Trying to Fix Others to Make Yourself Feel Better

When I met my husband, he was going through a divorce. He’d recently moved with multiple pets into an old, crumbling house that had been a college rental for years.  The pets were insane and both the house and yard were a wreck which nobody had attended to for years.  The hedges were overgrown, the yard was weedy and full of construction dirt from his first major attempt at fixing the foundation.  His personal life as well as the house, the yard, the hedges were all a big, wild mess.

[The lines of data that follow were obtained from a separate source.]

//! Heat-map pictures (range-Doppler maps, spectrograms, cepstrograms, cadence-velocity
//! diagrams) as PNG: drawn with plotters into an RGB buffer, labelled with the built-in
//! pixel font (`report::font`, no font files needed), encoded with `png`. The picture is
//! computed elsewhere (`pipeline::pictures`); this file only draws it.

use std::path::Path;

use ndarray::Array2;
use plotters::prelude::*;

use super::font;
use crate::error::{Error, Result};

/// One picture: `values[[row, col]]` in dB, rows along the y axis (row 0 at the bottom),
/// columns along the x axis; `x`/`y` are the axis values at the first and last
/// column/row centres.
#[derive(Debug, Clone)]
pub struct HeatMap {
    pub title: String,
    pub x_label: String,
    pub y_label: String,
    pub x: (f64, f64),
    pub y: (f64, f64),
    pub values: Array2<f32>,
    /// Colour scale: values at and below `.0` get the darkest colour, at and above `.1`
    /// the lightest.
    pub span_db: (f32, f32),
    /// The colour bar's label (short: it sits under the bar), e.g. "DB/NOISE".
    pub scale_label: String,
}

/// Picture size, pixels.
pub const WIDTH: u32 = 960;
pub const HEIGHT: u32 = 600;
const LEFT: i32 = 96;
const RIGHT: i32 = 120;
const TOP: i32 = 44;
const BOTTOM: i32 = 70;

/// Our colour scale: deep navy, sea blue, teal, amber, near white.
const STOPS: [(f32, [u8; 3]); 5] = [
    (0.0, [8, 16, 48]),
    (0.3, [22, 84, 140]),
    (0.55, [36, 164, 150]),
    (0.8, [238, 186, 64]),
    (1.0, [255, 252, 236]),
];

/// Colour of a value scaled to 0..1.
pub fn colour(t: f32) -> RGBColor {
    let t = if t.is_finite() {
        t.clamp(0.0, 1.0)
    } else {
        0.0
    };
    for w in STOPS.windows(2) {
        let ((a, ca), (b, cb)) = (w[0], w[1]);
        if t <= b {
            let f = (t - a) / (b - a);
            let mix = |i: usize| (ca[i] as f32 + f * (cb[i] as f32 - ca[i] as f32)).round() as u8;
            return RGBColor(mix(0), mix(1), mix(2));
        }
    }
    let c = STOPS[STOPS.len() - 1].1;
    RGBColor(c[0], c[1], c[2])
}

/// About `target` round tick values (1, 2 or 5 times a power of ten apart) within [a, b].
pub fn ticks(a: f64, b: f64, target: usize) -> Vec<f64> {
    let (lo, hi) = (a.min(b), a.max(b));
    if hi <= lo || !lo.is_finite() || !hi.is_finite() {
        return vec![lo];
    }
    let raw = (hi - lo) / target.max(1) as f64;
    let mag = 10f64.powf(raw.log10().floor());
    let step = [1.0, 2.0, 5.0, 10.0]
        .iter()
        .map(|m| m * mag)
        .find(|s| *s >= raw)
        .unwrap_or(10.0 * mag);
    let first = (lo / step).ceil() as i64;
    let last = (hi / step).floor() as i64;
    (first..=last).map(|i| i as f64 * step).collect()
}

/// A tick label: as few decimals as the step needs.
fn label(v: f64, step: f64) -> String {
    let dec = if step >= 1.0 {
        0
    } else {
        (-step.log10().floor()) as usize
    };
    let s = format!("{v:.dec$}");
    if s.starts_with('-') && s[1..].chars().all(|c| c == '0' || c == '.') {
        s[1..].to_string()
    } else {
        s
    }
}

/// Draws `h` and returns the PNG bytes.
pub fn render_png(h: &HeatMap) -> Result<Vec<u8>> {
    let (w, ht) = (WIDTH, HEIGHT);
    let mut buf = vec![255u8; (w * ht * 3) as usize];
    draw(h, &mut buf).map_err(|e| Error::Invalid(format!("drawing the picture: {e}")))?;
    let mut out = Vec::new();
    {
        let mut enc = png::Encoder::new(&mut out, w, ht);
        enc.set_color(png::ColorType::Rgb);
        enc.set_depth(png::BitDepth::Eight);
        enc.set_compression(png::Compression::Best);
        enc.set_adaptive_filter(png::AdaptiveFilterType::Adaptive);
        let mut wr = enc
            .write_header()
            .map_err(|e| Error::Invalid(format!("encoding the picture: {e}")))?;
        wr.write_image_data(&buf)
            .map_err(|e| Error::Invalid(format!("encoding the picture: {e}")))?;
    }
    Ok(out)
}

/// Draws `h` and writes it to `path` as PNG, atomically ([`crate::atomic`]).
pub fn write_png(h: &HeatMap, path: &Path) -> Result<()> {
    let bytes = render_png(h)?;
    crate::atomic::write_atomic(path, &bytes)
}

fn draw(h: &HeatMap, buf: &mut [u8]) -> std::result::Result<(), String> {
    let root = BitMapBackend::with_buffer(buf, (WIDTH, HEIGHT)).into_drawing_area();
    root.fill(&WHITE).map_err(|e| e.to_string())?;
    let (pw, ph) = (WIDTH as i32 - LEFT - RIGHT, HEIGHT as i32 - TOP - BOTTOM);
    let (rows, cols) = h.values.dim();
    let (lo, hi) = h.span_db;
    let span = (hi - lo).max(1e-6);
    let mut err: Option<String> = None;
    let mut put = |x: i32, y: i32, c: &RGBColor| {
        if let Err(e) = root.draw_pixel((x, y), c) {
            err.get_or_insert(e.to_string());
        }
    };
    // Cells: each picture pixel shows the largest value of the cells it covers, so short
    // flashes in a long recording stay visible.
    if rows > 0 && cols > 0 {
        for px in 0..pw {
            let c0 = (px as usize * cols) / pw as usize;
            let c1 = (((px + 1) as usize * cols) / pw as usize)
                .max(c0 + 1)
                .min(cols);
            for py in 0..ph {
                // py = 0 is the top: counted from the top, rows t0..t1 (row index rows-1-t)
                let t0 = (py as usize * rows) / ph as usize;
                let t1 = (((py + 1) as usize * rows) / ph as usize)
                    .max(t0 + 1)
                    .min(rows);
                let mut v = f32::NEG_INFINITY;
                for t in t0..t1 {
                    for c in c0..c1 {
                        v = v.max(h.values[[rows - 1 - t, c]]);
                    }
                }
                put(LEFT + px, TOP + py, &colour((v - lo) / span));
            }
        }
    }
    let black = RGBColor(20, 20, 20);
    // Frame.
    for x in LEFT - 1..=LEFT + pw {
        put(x, TOP - 1, &black);
        put(x, TOP + ph, &black);
    }
    for y in TOP - 1..=TOP + ph {
        put(LEFT - 1, y, &black);
        put(LEFT + pw, y, &black);
    }
    let mut text = |s: &str, x: i32, y: i32, scale: i32| {
        font::draw_text(s, x, y, scale, &mut |a, b| put(a, b, &black));
    };
    // x ticks
    let (x0, x1) = h.x;
    let xt = ticks(x0, x1, 8);
    let xstep = if xt.len() > 1 { xt[1] - xt[0] } else { 1.0 };
    for &v in &xt {
        let f = if x1 != x0 { (v - x0) / (x1 - x0) } else { 0.5 };
        let x = LEFT + (f * (pw - 1) as f64).round() as i32;
        for d in 0..6 {
            root.draw_pixel((x, TOP + ph + d), &black)
                .map_err(|e| e.to_string())?;
        }
        let s = label(v, xstep);
        text(&s, x - font::text_width(&s, 2) / 2, TOP + ph + 10, 2);
    }
    let xl = &h.x_label;
    text(
        xl,
        LEFT + pw / 2 - font::text_width(xl, 2) / 2,
        TOP + ph + 40,
        2,
    );
    // y ticks
    let (y0, y1) = h.y;
    let yt = ticks(y0, y1, 8);
    let ystep = if yt.len() > 1 { yt[1] - yt[0] } else { 1.0 };
    for &v in &yt {
        let f = if y1 != y0 { (v - y0) / (y1 - y0) } else { 0.5 };
        let y = TOP + ph - 1 - (f * (ph - 1) as f64).round() as i32;
        for d in 1..7 {
            root.draw_pixel((LEFT - d, y), &black)
                .map_err(|e| e.to_string())?;
        }
        let s = label(v, ystep);
        text(&s, LEFT - 10 - font::text_width(&s, 2), y - 7, 2);
    }
    // y label, written along the left edge letter by letter (top to bottom)
    let yl: Vec<char> = h.y_label.chars().collect();
    let top = TOP + ph / 2 - (yl.len() as i32 * 16) / 2;
    for (i, c) in yl.iter().enumerate() {
        text(&c.to_string(), 8, top + i as i32 * 16, 2);
    }
    // title
    text(&h.title, LEFT, 12, 2);
    // colour bar
    let bx = LEFT + pw + 24;
    for py in 0..ph {
        let t = 1.0 - py as f32 / (ph - 1).max(1) as f32;
        for dx in 0..18 {
            root.draw_pixel((bx + dx, TOP + py), &colour(t))
                .map_err(|e| e.to_string())?;
        }
    }
    for &v in &ticks(lo as f64, hi as f64, 5) {
        let f = (v - lo as f64) / span as f64;
        let y = TOP + ph - 1 - (f * (ph - 1) as f64).round() as i32;
        let s = label(v, 1.0);
        text(&s, bx + 22, y - 7, 2);
    }
    text(&h.scale_label, bx - 4, TOP + ph + 14, 2);
    if let Some(e) = err {
        return Err(e);
    }
    root.present().map_err(|e| e.to_string())?;
    Ok(())
}

#[cfg(test)]
mod tests {
    use super::*;

    #[test]
    fn ticks_are_round_and_inside() {
        assert_eq!(ticks(0.0, 10.0, 5), vec![0.0, 2.0, 4.0, 6.0, 8.0, 10.0]);
        let t = ticks(-62.4, 62.4, 8);
        assert!(t.contains(&0.0) && t.iter().all(|v| v.abs() <= 62.4));
        assert_eq!(label(-0.0, 1.0), "0");
        assert_eq!(label(0.25, 0.05), "0.25");
    }

    #[test]
    fn colours_run_dark_to_light() {
        let lum = |c: RGBColor| c.0 as u32 + c.1 as u32 + c.2 as u32;
        let mut last = 0;
        for i in 0..=20 {
            let l = lum(colour(i as f32 / 20.0));
            assert!(l >= last, "step {i}");
            last = l;
        }
        assert_eq!(lum(colour(f32::NAN)), lum(colour(0.0)));
    }

    #[test]
    fn renders_a_png_with_the_hot_cell_light() {
        let mut v = Array2::from_elem((40, 60), -10.0f32);
        v[[20, 30]] = 40.0;
        let h = HeatMap {
            title: "TEST".into(),
            x_label: "X".into(),
            y_label: "Y".into(),
            x: (0.0, 59.0),
            y: (0.0, 39.0),
            values: v,
            span_db: (0.0, 30.0),
            scale_label: "DB".into(),
        };
        let png = render_png(&h).unwrap();
        assert_eq!(&png[1..4], b"PNG");
        let dec = png::Decoder::new(std::io::Cursor::new(png));
        let mut r = dec.read_info().unwrap();
        let mut img = vec![0; r.output_buffer_size()];
        r.next_frame(&mut img).unwrap();
        // The centre of the plot area holds the hot cell: the lightest colour.
        let (pw, ph) = (WIDTH as i32 - LEFT - RIGHT, HEIGHT as i32 - TOP - BOTTOM);
        let (cx, cy) = (LEFT + pw * 30 / 60 + 2, TOP + ph - ph * 20 / 40 - 2);
        let i = ((cy as u32 * WIDTH + cx as u32) * 3) as usize;
        let c = colour(1.0);
        assert_eq!((img[i], img[i + 1], img[i + 2]), (c.0, c.1, c.2));
        // A cold corner: the darkest.
        let j = (((TOP + 3) as u32 * WIDTH + (LEFT + 3) as u32) * 3) as usize;
        let d = colour(0.0);
        assert_eq!((img[j], img[j + 1], img[j + 2]), (d.0, d.1, d.2));
    }
}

Within a short time of moving in, a neighbor knocked on his door.  She lived more than a block down the street in an extremely tidy house with an equally tidy yard.  She announced that she and “the other neighbors” had been talking about his messy yard, and that it bothered all of them.  At one point in the conversation, she said to him, “I don’t know if you are depressed, or what is going on in your life, but if you cleaned up your hedges and your yard, you might feel better about yourself.”  He responded quickly with, “No, you would feel better if I cleaned up my hedges and my yard.”  This comment cut right through to the heart of the matter: she did not care what my husband was going through, she just wanted him to change his property’s appearance to suit her desire for tidiness and order.  She said that maybe she would come back one day and weed his yard.  While she never actually did so, her response made clear that she had such a strong desire to not have to look at my husband’s messy yard that she was willing to put a great effort into changing it to look how she wanted it to look.

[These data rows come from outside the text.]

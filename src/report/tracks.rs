//! Track listings of `detect` and `classify` (docs/output-format.md: `classify --format json`;
//! `detect --format json` is the same layout without the model's fields), and their tables.

use std::collections::BTreeMap;

use serde::Serialize;

use super::Table;

/// One track as printed.
#[derive(Debug, Clone, Serialize)]
pub struct TrackOut {
    pub id: usize,
    pub start_s: f64,
    pub end_s: f64,
    pub range_m: f64,
    pub range_min_m: f64,
    pub range_max_m: f64,
    pub radial_velocity_mps: f64,
    pub snr_db: f64,
    #[serde(skip_serializing_if = "Option::is_none")]
    pub label: Option<String>,
    #[serde(skip_serializing_if = "Option::is_none")]
    pub confidence: Option<f64>,
    #[serde(skip_serializing_if = "Option::is_none")]
    pub probabilities: Option<BTreeMap<String, f64>>,
    /// Features outside the model's training domain (each one lowers the confidence).
    #[serde(skip_serializing_if = "Option::is_none")]
    pub off_domain_features: Option<usize>,
    pub hovering: bool,
    pub blade_flash_hz: Option<f64>,
    pub tip_speed_mps: Option<f64>,
    // Extra fields (allowed by the contract).
    pub blade_length_m: Option<f64>,
    pub notch_share: f64,
    /// The label of the annotation this track matches, when the recording has labels.
    #[serde(skip_serializing_if = "Option::is_none")]
    pub matched_label: Option<String>,
}

/// One recording's tracks as printed.
#[derive(Debug, Clone, Serialize)]
pub struct RecordingOut {
    pub path: String,
    pub duration_s: f64,
    pub tracks: Vec<TrackOut>,
}

/// The JSON document of `detect`/`classify --format json`.
#[derive(Debug, Clone, Serialize)]
pub struct TrackReport {
    pub tool_version: &'static str,
    #[serde(skip_serializing_if = "Option::is_none")]
    pub model: Option<String>,
    pub recordings: Vec<RecordingOut>,
}

fn opt(x: Option<f64>, prec: usize) -> String {
    x.map(|v| format!("{v:.prec$}"))
        .unwrap_or_else(|| "-".into())
}

/// The table of `detect`/`classify`: one row per track.
pub fn to_table(report: &TrackReport) -> Table {
    let classify = report.model.is_some();
    let mut head = vec![
        "recording",
        "track",
        "start_s",
        "end_s",
        "range_m",
        "vel_mps",
        "snr_dB",
        "hover",
        "flash_Hz",
        "tip_mps",
    ];
    if classify {
        head.extend(["label", "conf"]);
    }
    let mut t = Table::new(head);
    for r in &report.recordings {
        let name = std::path::Path::new(&r.path)
            .file_stem()
            .map(|s| s.to_string_lossy().into_owned())
            .unwrap_or_else(|| r.path.clone());
        for tr in &r.tracks {
            let mut row = vec![
                name.clone(),
                tr.id.to_string(),
                format!("{:.2}", tr.start_s),
                format!("{:.2}", tr.end_s),
                format!("{:.1}", tr.range_m),
                format!("{:+.2}", tr.radial_velocity_mps),
                format!("{:.1}", tr.snr_db),
                if tr.hovering { "yes" } else { "no" }.to_string(),
                opt(tr.blade_flash_hz, 0),
                opt(tr.tip_speed_mps, 1),
            ];
            if classify {
                row.push(tr.label.clone().unwrap_or_default());
                row.push(opt(tr.confidence, 2));
            }
            t.row(row);
        }
    }
    t
}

Years later, we found out that this woman’s personal life was much messier, dangerous and out of her control than my husband’s yard was.  Inside her home with its orderly, perfect exterior was a frightening interior overrun with severe domestic violence that she was unable to escape from, change, or control.  The messy yards and the loud children and the wilder people in her neighborhood were too much for her to bear because they reminded her that she was not in control of her life.  She was doing her best to find some sense of order and sanity by trying to get others to clean up their acts; it was too overwhelming, painful, and seemingly impossible to clean up hers.  She was so attached to her role of sane person in control that she couldn’t reveal to anyone that her life was exactly the opposite.  She needed help but instead of asking for it, she tried to alter everyone else so that she could look outside of her turmoil and see a sane world.

There are many ways that we might have a little bit of this neighbor in ourselves when we try to get others to do things that would make us feel better about ourselves, but we frame those things as being better for them.  We might even throw an ultimatum in there, to get them to make those changes.  Doing this often ends in frustration because it is impossible get people to change to suit us.  Instead of attempting the impossible, look within and ask, “Is this really something that would be good for me, would make me feel better?”  If you are trying to get someone to do something for “their own good,” whether they are your partner, friend, child, ask yourself, “Would I feel better if they did this?”  If the answer is yes, the next question to ask is, “What feels bad in me that needs to feel better?”

Let’s say that you are trying to get your reluctant partner to get therapy, because you think it would make them feel better (but actually you are hoping it will make them act better).  Would you feel better if your partner got therapy?  If so, then something in you is feeling bad in the relationship.  What is that thing that feels bad?  Do you feel unheard because your partner doesn’t listen to you?  Do you feel ignored because your partner is too distracted: by work; by pot; by the Internet; by something other than the relationship?  Do you feel shut out because your partner can’t share their feelings with you?  What part of you is attracted to this sort of relationship to begin with?  You might have some success in getting your partner to go to therapy, and maybe your partner will come out of it as a better listener who is more attentive and who can share their feelings with you, but unless you address and change the internal part of you that fits the bad listener who is inattentive and withholds feelings, your partner will no longer fit, and the relationship will end.  You can’t make your partner change to become the person you wish you were with, but you can change yourself.  It is work well worth your time and the rewards surpass the effort.